Alexis Argüello (April 19, 1952 – July 1, 2009) was a Nicaraguan professional boxer who competed from 1968 to 1995, and later became a politician. He was a three-weight world champion, having held the WBA featherweight title from 1974 to 1976; the WBC super featherweight title from 1978 to 1980; and the WBC lightweight title from 1981 to 1982. Additionally, he held the Ring magazine and lineal featherweight titles from 1975 to 1977; the Ring lightweight title from 1981 to 1982; and the lineal lightweight title in 1982. In his later career he challenged twice for light welterweight world titles, both times in famous fights against Aaron Pryor.

Argüello has regularly been cited as one of the greatest boxers of his era, having never lost any of his world titles in the ring, instead relinquishing them each time in pursuit of titles in higher weight classes.

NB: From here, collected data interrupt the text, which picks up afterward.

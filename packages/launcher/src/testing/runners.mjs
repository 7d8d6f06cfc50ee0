import { createRequire } from 'node:module';
import { join } from 'node:path';
import { tsc } from '../build.mjs';
import { inLocal, inRoot } from '../paths.mjs';

const minute = 60_000;

/** Where a runner writes its results. */
export const resultsOf = (name) => inLocal('results', `${name}.json`);

/** The entry file of a package's program as the folder `from` sees it. */
export function program(from, packageName, name = packageName) {
  const require = createRequire(inRoot(from, 'package.json'));
  const manifest = require.resolve(`${packageName}/package.json`);
  const { bin } = require(manifest);
  return join(manifest, '..', typeof bin === 'string' ? bin : bin[name]);
}

const vitest = (name, folder, needs = []) => ({
  name,
  folder,
  needs,
  form: 'vitest',
  minutes: 10,
  args: () => [
    program(folder, 'vitest'),
    ...['run', '--reporter=default', '--reporter=json', `--outputFile.json=${resultsOf(name)}`],
  ],
});

const check = (name, ...argLists) => ({ name, folder: '.', needs: [], form: 'check', minutes: 10, argLists });

/** The runners in the order in which they run: what is quick to tell comes first. */
export const runners = [
  check('lint', () => [program('.', 'eslint'), '.', '--max-warnings', '0']),
  check('format', () => [program('.', 'prettier'), '--check', '.', '--log-level', 'warn']),
  check(
    'types',
    () => [tsc, '-b'],
    ...['libraries', 'api', 'web'].map((part) => () => [tsc, '-p', `packages/launcher/types/${part}.json`]),
  ),
  {
    name: 'launcher',
    folder: 'packages/launcher',
    needs: [],
    form: 'tap',
    minutes: 3,
    args: () => [
      ...['--test', '--test-reporter=spec', '--test-reporter-destination=stdout'],
      ...['--test-reporter=tap', `--test-reporter-destination=${resultsOf('launcher')}`, 'test/'],
    ],
  },
  vitest('fit-engine', 'packages/fit-engine'),
  vitest('contracts', 'packages/contracts'),
  vitest('db', 'db', ['cluster']),
  vitest('fake-stripe', 'fakes/stripe'),
  vitest('fake-mail', 'fakes/mail'),
  vitest('web', 'apps/web'),
  {
    name: 'api',
    folder: 'apps/api',
    needs: ['cluster'],
    form: 'jest',
    minutes: 15,
    args: () => [program('apps/api', 'jest'), '--json', `--outputFile=${resultsOf('api')}`],
  },
  {
    name: 'e2e',
    folder: 'apps/web',
    needs: ['cluster', 'chromium', 'web'],
    form: 'playwright',
    minutes: 20,
    args: () => [program('apps/web', '@playwright/test', 'playwright'), 'test', '--reporter=list,json'],
  },
].map((runner) => ({ ...runner, timeoutMs: runner.minutes * minute }));

/**
 * The runners that a command line asks for.
 * @param {string | undefined} only names, separated by commas; undefined for all
 * @throws {RangeError} when a name is unknown
 */
export function chooseRunners(only) {
  if (only === undefined) return runners;
  const names = only.split(',').map((name) => name.trim());
  const unknown = names.find((name) => !runners.some((runner) => runner.name === name));
  if (unknown !== undefined) {
    throw new RangeError(
      `There is no runner "${unknown}"; there are ${runners.map(({ name }) => name).join(', ')}.`,
    );
  }
  return runners.filter((runner) => names.includes(runner.name));
}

After his retirement from boxing, he became active in Nicaraguan politics and in November 2008 was elected mayor of his native Managua, the nation's capital city.

The Ring magazine has ranked Argüello as 20th on their list of "100 greatest punchers of all time", while the Associated Press ranked him as the world's best Junior Lightweight of the 20th century. He was named one of the 20 greatest fighters of the past 80 years by The Ring magazine and is widely regarded as one of the greatest boxers to ever come out of Latin America and one of the few to have fought in four different decades.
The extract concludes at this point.